With Java 5's autoboxing, you can simply do:
Integer a = new Integer(2); // or even just Integer a = 2;
a *= 10;
System.out.println(a);
The string approach is amusing, but almost certainly a bad way to do it.
Getting the int value of an Integer, and creating a new one will be very fast, where as parseInt would be fairly expensive to call.
Overall, I'd agree with your original approach (which, as others have pointed out, can be done without so much clutter if you have autoboxing as introduced in Java 5).
The problem with the second way is the way Strings are handled in Java:
"0" is converted into a constant String object at compile time.
Each time this code is called, s is constructed as a new String object, and javac converts that code to String s = new StringBuilder().append(integerObj.toString()).append("0").toString() (StringBuffer for older versions). Even if you use the same integerObj, i.e.,
String s1 = integerObj + "0";
String s2 = integerObj + "0";
(s1 == s2) would be false, while s1.equals(s2) would be true.

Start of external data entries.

def run(a):
    from compare import (DATA, RESULTS, fmt, fmt_ratio, have_gnu_time, log, machine_info, machine_markdown, must,
                         ratio, stats3, table, timed)
    RESULTS.mkdir(parents=True, exist_ok=True)
    dets = chosen_detectors(a)
    use_gnu_time = have_gnu_time()
    machine = machine_info(a.anomark)
    docs = []
    for n in a.sizes:
        data = DATA / ("data_%d.csv" % n)
        reps = {det: {"anomark": [], "sklearn": []} for det in dets}
        for i in range(a.repeats):
            for det in dets:
                spec, ledger, outdir = spec_paths(DATA, n, det)
                outdir.parent.mkdir(parents=True, exist_ok=True)
                shutil.rmtree(outdir, ignore_errors=True)
                ledger.unlink(missing_ok=True)
                log("N=%d rep %d/%d: anomark %s ..." % (n, i + 1, a.repeats, det))
                r = must(timed([a.anomark, "run", spec, "--key", a.key, "--out", outdir, "--open-test",
                                "--no-wall-clock"], use_gnu_time=use_gnu_time, env=anomark_env()),
                         "anomark run %s" % spec)
                r["fit_score_s"] = anomark_fit_score(r["stderr"])
                log("    %.3f s (fit+score %.3f s), %s MiB" % (r["wall_s"], r["fit_score_s"], fmt(r["rss_mib"], 1)))
                r["stdout"], r["stderr"] = r["stdout"][-2000:], r["stderr"][-2000:]
                reps[det]["anomark"].append(r)

                npz = outdir.parent / ("sklearn_%s_%d.npz" % (det, n))
                log("N=%d rep %d/%d: sklearn %s ..." % (n, i + 1, a.repeats, det))
                r = must(timed(worker_cmd(a, det, data, npz), use_gnu_time=use_gnu_time, env=worker_env(a)),
                         "sklearn worker %s" % det)
                r["worker"] = json.loads(r["stdout"].strip().splitlines()[-1])
                log("    %.3f s (fit+score %.3f s), %s MiB" % (r["wall_s"], r["worker"]["fit_score_s"],
                                                             fmt(r["rss_mib"], 1)))
                r["stdout"], r["stderr"] = "", r["stderr"][-2000:]
                reps[det]["sklearn"].append(r)
        summary, checks = {}, {}
        for det in dets:
            A, S = reps[det]["anomark"], reps[det]["sklearn"]
            summary[det] = {
                "anomark_wall_s": stats3([r["wall_s"] for r in A]),
                "anomark_fit_score_s": stats3([r["fit_score_s"] for r in A]),
                "anomark_rss_mib": stats3([r["rss_mib"] for r in A]),
                "sklearn_fit_score_s": stats3([r["worker"]["fit_score_s"] for r in S]),
                "sklearn_wall_s": stats3([r["wall_s"] for r in S]),
                "sklearn_rss_mib": stats3([r["rss_mib"] for r in S]),
                "sklearn_read_s": stats3([r["worker"]["read_s"] for r in S]),
            }
            _, _, outdir = spec_paths(DATA, n, det)
            checks[det] = sanity(outdir, outdir.parent / ("sklearn_%s_%d.npz" % (det, n)), det)
            checks[det]["sklearn"] = S[-1]["worker"]
        doc = {"n": n, "repeats": a.repeats, "data": str(data.relative_to(HERE.parent)),
               "settings": {"knn_k": a.knn_k, "gmm_k_min": a.gmm_k_min, "gmm_k_max": a.gmm_k_max,
                            "anomark_seed": a.anomark_seed, "sklearn_seed": a.sklearn_seed,
                            "knn_jobs": a.knn_jobs, "knn_algorithm": a.knn_algorithm, "blas_threads": a.blas_threads, "gmm_tol": a.gmm_tol,
                            "gmm_max_iter": a.gmm_max_iter, "bootstrap": a.bootstrap},
               "machine": machine, "summary": summary, "sanity": checks, "runs": reps}
        (RESULTS / ("heavy_%d.json" % n)).write_text(json.dumps(doc, indent=1, default=str) + "\n")
        docs.append(doc)

    parts = ["# anomark heavy detectors vs scikit-learn", "", machine_markdown(machine), ""]
    parts += ["## Time and peak memory (%d repetition%s, interleaved; median [min, max])" %
              (a.repeats, "" if a.repeats == 1 else "s"), ""]
    mm = lambda s, d=3: "%s [%s, %s]" % (fmt(s["median"], d), fmt(s["min"], d), fmt(s["max"], d))
    rows = []
    for d in docs:
        for det in dets:
            s = d["summary"][det]
            rows.append(["{:,}".format(d["n"]), det, mm(s["anomark_fit_score_s"]), mm(s["sklearn_fit_score_s"]),
                         mm(s["anomark_wall_s"]), mm(s["sklearn_wall_s"]), mm(s["anomark_rss_mib"], 1),
                         mm(s["sklearn_rss_mib"], 1)])
    parts.append(table(["N", "detector", "anomark fit+score s", "sklearn fit+score s", "anomark process wall s",
                        "sklearn process wall s", "anomark RSS MiB", "sklearn RSS MiB"], rows))
    parts += ["", "fit+score is each side's own clock around the same work: fitting on the training rows "
              "and scoring the validation and test rows (anomark: its timed parts `fitting`, "
              "`validation scores` and `test scores`). Process wall time is the whole process: for "
              "anomark the whole run (read, hash, split, leakage proof, fit, threshold, test, metrics "
              "with bootstrap intervals, card, signing), for scikit-learn Python's start-up, imports, "
              "the CSV read, fit and score.", ""]
    pools = docs[0]["sanity"][dets[0]]["sklearn"].get("threadpools") if docs else None
    parts += ["scikit-learn worker thread pools: %s; NearestNeighbors n_jobs %s, algorithm %s; "
              "GaussianMixture tol %g, max_iter %d (anomark's EM: tolerance 1e-9 on the mean "
              "log-likelihood, at most 500 iterations)." % (
                  ", ".join("%s %s threads" % (p["internal_api"], p["num_threads"]) for p in pools)
                  if pools else "unknown", a.knn_jobs, a.knn_algorithm, a.gmm_tol, a.gmm_max_iter), ""]
    parts += ["## Ratios of medians", ""]
    rows = []
    for d in docs:
        for det in dets:
            s = d["summary"][det]
            aw = s["anomark_wall_s"]["median"]
            rows.append(["{:,}".format(d["n"]), det,
                         fmt_ratio(ratio(s["sklearn_fit_score_s"]["median"], s["anomark_fit_score_s"]["median"])),
                         fmt_ratio(ratio(s["sklearn_wall_s"]["median"], aw)),
                         fmt_ratio(ratio(s["sklearn_fit_score_s"]["median"], aw)),
                         fmt_ratio(ratio(s["sklearn_rss_mib"]["median"], s["anomark_rss_mib"]["median"]))])
    parts.append(table(["N", "detector", "fit+score: sklearn / anomark", "process: sklearn / anomark",
                        "sklearn fit+score / anomark whole process", "sklearn RSS / anomark RSS"], rows))
    parts += ["", "## Sanity: test ROC AUC (sklearn.metrics on each side's scores) and agreement", ""]
    rows = []
    for d in docs:
        for det in dets:
            c = d["sanity"][det]
            sk = c["sklearn"]
            if det == "gaussian-mixture":
                note = "k: anomark %s, sklearn %s; sklearn EM iterations by k: %s" % (
                    c.get("anomark_k"), sk.get("k"),
                    ", ".join("%s:%s" % kv for kv in (sk.get("n_iter_by_k") or {}).items()))
            elif det == "robust-gaussian":
                note = "h: anomark %s, sklearn %s; reweighted rows: %s, %s; ln det Σ: %s, %s" % (
                    c.get("anomark_support"), sk.get("raw_support"), c.get("anomark_reweighted_rows"),
                    sk.get("reweighted_rows"), fmt(c.get("anomark_ln_det_covariance"), 3),
                    fmt(sk.get("ln_det_covariance"), 3))
            else:
                note = "k %s, sklearn search %s" % (c.get("anomark_k"), sk.get("algorithm"))
            tr = c.get("anomark_train") or {}
            same_train = tr.get("normal", None)
            rows.append(["{:,}".format(d["n"]), det, "%d (%d anomalies)" % (c["test_rows"], c["test_anomalies"]),
                         fmt(c["test_auc_anomark"], 6), fmt(c["test_auc_anomark_reported"], 6),
                         fmt(c["test_auc_sklearn"], 6), fmt(c["spearman_val_test"], 6),
                         "%s / %s" % (same_train, sk["train_rows"]),
                         "%d / %d / %d" % (c["rows_anomark"], c["rows_sklearn"], c["rows_matched"]), note])
    parts.append(table(["N", "detector", "test rows", "AUC anomark", "AUC anomark (run.json)", "AUC sklearn",
                        "Spearman val+test", "train rows anomark / sklearn", "scored rows anomark / sklearn / matched",
                        "fitted"], rows))
    parts.append("")
    parts.append("Raw records: %s" % ", ".join("bench/results/heavy_%d.json" % d["n"] for d in docs))
    print("\n".join(parts))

Integer.parseInt internally calls new Integer() anyway, because Integer is immutable.
BTW, autoboxing/unboxing is internally the same as the first method.
Keep away from the second approach, best bet would be the autoboxing if you're using java 1.5, anything earlier your first example would be best.

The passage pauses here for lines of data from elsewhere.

/// Formats seconds since the Unix epoch as RFC 3339 UTC (to the second).
pub fn rfc3339(unix_seconds: u64) -> String {
    let days = (unix_seconds / 86_400) as i64;
    let secs = unix_seconds % 86_400;
    // Civil date from days since 1970-01-01 (H. Hinnant's algorithm).
    let z = days + 719_468;
    let era = z.div_euclid(146_097);
    let doe = z.rem_euclid(146_097);
    let yoe = (doe - doe / 1460 + doe / 36_524 - doe / 146_096) / 365;
    let y = yoe + era * 400;
    let doy = doe - (365 * yoe + yoe / 4 - yoe / 100);
    let mp = (5 * doy + 2) / 153;
    let d = doy - (153 * mp + 2) / 5 + 1;
    let m = if mp < 10 { mp + 3 } else { mp - 9 };
    let y = if m <= 2 { y + 1 } else { y };
    format!(
        "{y:04}-{m:02}-{d:02}T{:02}:{:02}:{:02}Z",
        secs / 3600,
        secs / 60 % 60,
        secs % 60
    )
}

#[cfg(test)]
mod tests {
    use super::*;

    #[test]
    fn rfc3339_known_instants() {
        // 2000-03-01 is 11017 days after the epoch (common practice, no source:
        // checked by `date -u -d @951868800`).
        assert_eq!(rfc3339(0), "1970-01-01T00:00:00Z");
        assert_eq!(rfc3339(951_868_800), "2000-03-01T00:00:00Z");
        assert_eq!(rfc3339(1_798_761_599), "2026-12-31T23:59:59Z");
    }

    #[test]
    fn floats_round_trip() {
        for v in [0.1, 1.0 / 3.0, -42.819383059492445, 1e-300, 6.0] {
            assert_eq!(fmt_f64(v).parse::<f64>().unwrap(), v);
        }
        assert_eq!(fmt_f64(6.0), "6");
    }

    /// push_f64 writes a shortest round-trip decimal in plain notation: the
    /// value reads back to the same bits and has as many characters as
    /// fmt_f64's text (usually the same text). Checked on special values,
    /// powers of ten around the notation switch, random score-like values and
    /// random bit patterns (seeded).
    #[test]
    fn push_f64_is_shortest_and_round_trips() {
        use rand_chacha::rand_core::{Rng, SeedableRng};
        let mut differ = 0;
        let mut check = |v: f64| {
            let mut s = String::from("x");
            push_f64(&mut s, v);
            let (got, want) = (&s[1..], fmt_f64(v));
            if v.is_finite() {
                assert!(!got.contains('e'), "{got}");
                assert_eq!(got.parse::<f64>().unwrap().to_bits(), v.to_bits(), "{got}");
                assert_eq!(got.len(), want.len(), "{got} vs {want}");
            } else {
                assert_eq!(got, want);
            }
            differ += usize::from(got != want);
        };
        for v in [
            0.0,
            -0.0,
            1.0,
            -1.0,
            6.0,
            0.1,
            1e15,
            1e16,
            1e-5,
            9.999e-6,
            f64::MAX,
        ] {
            check(v);
        }
        for v in [
            f64::MIN_POSITIVE,
            5e-324,
            f64::NAN,
            f64::INFINITY,
            -f64::INFINITY,
        ] {
            check(v);
        }
        for e in -30..30 {
            let p = 10f64.powi(e);
            for v in [p, -p, p * 1.5, p.next_up(), p.next_down()] {
                check(v);
            }
        }
        let mut rng = rand_chacha::ChaCha8Rng::seed_from_u64(11);
        for _ in 0..200_000 {
            let u = (rng.next_u64() >> 11) as f64 / (1u64 << 53) as f64;
            check(-200.0 + 400.0 * u);
            check(f64::from_bits(rng.next_u64()));
        }
        // Ties are rare: a handful in 400,000 values.
        assert!(differ < 100, "{differ}");
    }

    /// A thinned calibration survives run.json: its kept scores, their
    /// `kept-ranks` and n come back as the same calibration; a whole one
    /// writes no `kept-ranks` (older records read unchanged).
    #[test]
    fn a_calibration_record_keeps_its_ranks_through_json() {
        use crate::conformal::{Calibration, Thinning};
        let scores: Vec<f64> = (0..500).map(|i| f64::from((i * 37) % 101) / 8.0).collect();
        for (thinning, thinned) in [
            (Thinning { tail: 30, body: 20 }, true),
            (Thinning::DEFAULT, false),
        ] {
            let c = Calibration::thinned(scores.clone(), thinning);
            let rec = CalibrationRecord::of("c1", &c);
            let text = serde_json::to_string(&rec).unwrap();
            assert_eq!(text.contains("\"kept-ranks\""), thinned, "{text}");
            let back: CalibrationRecord = serde_json::from_str(&text).unwrap();
            assert_eq!(back.validation_normals, 500);
            assert_eq!(back.calibration(), Some(c));
        }
    }
}
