__all__ = [
    "DEFAULT_DRIFT_SCALES", "DEFAULT_NOISES", "Z95", "Absorption", "McEstimate", "RiskRow", "absorption",
    "evaluate", "format_prob", "incident_probability",
    "mc_estimate", "risk_map", "sample_runs", "seed_incidents", "sensitivity",
    # computed in planner.montecarlo, used with the rows
    "exact_interval", "table_flag_z",
]
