"""The risk table: absorbing-chain figures against closed forms, a textbook, gymnasium and Monte Carlo."""

from __future__ import annotations

import csv
import io
import json
import math

import numpy as np
import pytest
from conftest import text_map_grid
from hypothesis import given, settings
from hypothesis import strategies as st
from numpy.testing import assert_allclose, assert_array_equal

from planner.errors import SettingsError
from planner.exact import on_policy_q, optimal_q
from planner.grid import FREE, DriftInfo, GridSpec, HazardInfo, grid_from_arrays, rasterise
from planner.learn import greedy_actions
from planner.model import EVENT_GOAL, EVENT_HAZARD, Dynamics, build_model, epsilon_greedy
from planner.risk import (
    Z95,
    McEstimate,
    RiskRow,
    absorption,
    evaluate,
    exact_interval,
    format_prob,
    mc_estimate,
    risk_map,
    sample_runs,
    sensitivity,
)
from planner.risk_table import format_table
from planner.route import clearance_m
from planner.site import site_from_geojson

EAST, WEST = 1, 3  # 4-move action indices (N, E, S, W)


# ----------------------------------------------------------------------------- corridors
#
# A 1 x (a + 1) corridor: column 0 is a hazard (or a trap, or a zone that does not end
# the run), column a the goal, edges are walls, 4 moves, no slip. The policy always
# commands east. A drift zone over the whole corridor pushes two cells west with
# probability q ("chance"), so a move lands one cell east with probability p = 1 - q
# and one cell west with probability q: exactly the gambler's-ruin walk on 0..a with
# no stay-put steps (the swept path of a one-cell move crosses only the landing cell).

The solution using the String method is not so good for a variety of reasons. Some are aesthetic reasons others are practical.
On a practical front more objects get created by the String version than the more normal form (as you have expressed in your first example).

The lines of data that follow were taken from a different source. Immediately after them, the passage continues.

@dataclass
class Plan:
    """A campaign checked and ready: its jobs, the site files they need and the shared grids."""

    campaign: Campaign
    jobs: list
    #: site key -> (file name under ``sites/``, bytes)
    sites: dict
    #: grid key -> :class:`Prepared`, built while checking (so built once)
    prepared: dict

    def usable_cells(self, job: Job) -> int:
        """Usable cells of a job's grid (for the time estimate)."""
        grid = self.prepared[grid_key(job.site_key, job.settings)].grid
        return int((grid.passable() & ~grid.goal).sum())


def _scenario_error(campaign: Campaign, scenario: Scenario, err: Exception) -> CampaignError:
    return CampaignError(f"{campaign.path}: scenario {scenario.name!r}: {one_line(str(err))}")


def check_campaign(campaign: Campaign, settings_for: Callable) -> Plan:
    """Check every scenario before any work starts and make its job.

    ``settings_for(scenario, site_of, grid_of)`` gives a scenario's
    :class:`~planner.runfolder.PlanSettings` from ``site_of(crs, fix)``, its site,
    and ``grid_of(spec, crs, fix)``, that site rasterised (the command line builds them with ``plan``'s own
    option types and defaults). Each distinct site file (a pair and a drift bearing)
    is loaded and each distinct grid rasterised once, here; the same objects are
    handed to the workers.

    Raises
    ------
    CampaignError
        Naming the scenario (or the site file) and what is wrong with it.
    """
    from planner.grid import rasterise
    from planner.pipeline import budget_moves, check_drift_scales
    from planner.settings import check_plan_size, settings_record
    from planner.site import parse_site_bytes, read_site_bytes, site_from_bytes

    base_bytes = read_site_bytes(campaign.site_path)
    base_obj, _ = parse_site_bytes(base_bytes, str(campaign.site_path))
    site_from_bytes(base_bytes, source=str(campaign.site_path))  # the site file itself is sound
    by_place: dict = {}
    sites: dict = {}
    loaded: dict = {}
    digests: dict = {}
    grids: dict = {}
    prepared: dict = {}
    jobs = []
    for index, scenario in enumerate(campaign.scenarios):
        where = (scenario.pair.name, scenario.drift.bearing_change_deg)
        if where not in by_place:
            data = scenario_site_bytes(base_obj, scenario.pair, scenario.drift, str(campaign.path))
            digest = hashlib.sha256(data).hexdigest()
            slug = re.sub(r"[^a-z0-9]+", "-", scenario.pair.name.casefold()).strip("-")[:40] or "pair"
            by_place[where] = f"{slug}-{digest[:10]}"
            sites[by_place[where]] = (f"{by_place[where]}.geojson", data)
            digests[by_place[where]] = digest
        site_key = by_place[where]
        data = sites[site_key][1]
        try:
            if site_key not in loaded:
                loaded[site_key] = {}
            def site_of(crs=None, fix=False, _key=site_key, _data=data):
                if (crs, fix) not in loaded[_key]:
                    loaded[_key][(crs, fix)] = site_from_bytes(_data, source="its site", crs=crs, fix=fix)
                return loaded[_key][(crs, fix)]

            def grid_of(spec, crs=None, fix=False, _key=site_key):
                key = (_key, json.dumps(dataclasses.asdict(spec), sort_keys=True), crs, fix)
                if key not in grids:
                    grids[key] = rasterise(site_of(crs, fix, _key), spec)
                return grids[key]

            settings = settings_for(scenario, site_of, grid_of)
            site = site_of(settings.crs, settings.fix)
            grid = grid_of(settings.grid, settings.crs, settings.fix)
            prepared.setdefault(grid_key(site_key, settings), Prepared(site=site, grid=grid))
            settings.dynamics.move_length_m(grid.cell_m)
            check_drift_scales(grid, settings.dynamics, "--plan-drift", (settings.dynamics.drift_scale,))
            check_drift_scales(grid, settings.dynamics, "--table-drifts", settings.drift_scales)
            budget_moves(settings.dynamics, grid.cell_m, settings.budget_m)
            check_plan_size(grid, settings)
        except PlannerError as err:
            raise _scenario_error(campaign, scenario, err) from err
        identity = scenario_identity(digests[site_key], settings_record(settings))
        seed = scenario_seed(campaign.seed, identity)
        settings = dataclasses.replace(settings, seed=seed, settings_file=str(campaign.path),
                                       settings_sha256=campaign.sha256)
        jobs.append(Job(index=index, scenario=scenario, settings=settings, identity=identity, seed=seed,
                        site_key=site_key, site_bytes=data, folder=folder_name(scenario, identity),
                        site_sha256=digests[site_key]))
    return Plan(campaign=campaign, jobs=jobs, sites=sites, prepared=prepared)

On an aesthetic note, I think that the second version obscures the intent of the code and that is nearly as important as getting it to produce the result you want.
toolkit's answer above is correct and the best way, but it doesn't give a full explanation of what is happening.
Assuming Java 5 or later:
Integer a = new Integer(2); // or even just Integer a = 2;
a *= 10;
System.out.println(a); // will output 20
What you need to know is that this is the exact same as doing:
Integer a = new Integer(2); // or even just Integer a = 2;
a = a.intValue() * 10;
System.out.println(a.intValue()); // will output 20
By performing the operation (in this case *=) on the object 'a', you are not changing the int value inside the 'a' object, but actually assigning a new object to 'a'.
This is because 'a' gets auto-unboxed in order to perform the multiplication, and then the result of the multiplication gets auto-boxed and assigned to 'a'.
Integer is an immutable object. (All wrapper classes are immutable.)
Take for example this piece of code:
static void test() {
Integer i = new Integer(10);
System.out.println("StartingMemory: " + System.identityHashCode(i));
changeInteger(i);
System.out.println("Step1: " + i);
changeInteger(++i);
System.out.println("Step2: " + i.intValue());
System.out.println("MiddleMemory: " + System.identityHashCode(i));
}
static void changeInteger(Integer i) {
System.out.println("ChangeStartMemory: " + System.identityHashCode(i));
System.out.println("ChangeStartValue: " + i);
i++;
System.out.println("ChangeEnd: " + i);
System.out.println("ChangeEndMemory: " + System.identityHashCode(i));
}
The output will be:
StartingMemory: 1373539035
ChangeStartMemory: 1373539035
ChangeStartValue: 10
ChangeEnd: 11
ChangeEndMemory: 190331520
Step1: 10
ChangeStartMemory: 190331520
ChangeStartValue: 11
ChangeEnd: 12
ChangeEndMemory: 1298706257
Step2: 11
MiddleMemory: 190331520
You can see the memory address for 'i' is changing (your memory addresses will be different).
Now lets do a little test with reflection, add this onto the end of the test() method:
System.out.println("MiddleMemory: " + System.identityHashCode(i));
try {
final Field f = i.getClass().getDeclaredField("value");
f.setAccessible(true);
f.setInt(i, 15);
System.out.println("Step3: " + i.intValue());
System.out.println("EndingMemory: " + System.identityHashCode(i));
} catch (final Exception e) {
e.printStackTrace();
}
The additional output will be:
MiddleMemory: 190331520
Step2: 15
MiddleMemory: 190331520
You can see that the memory address for 'i' did not change, even though we changed its value using reflection.
(DO NOT USE REFLECTION THIS WAY IN REAL LIFE!!)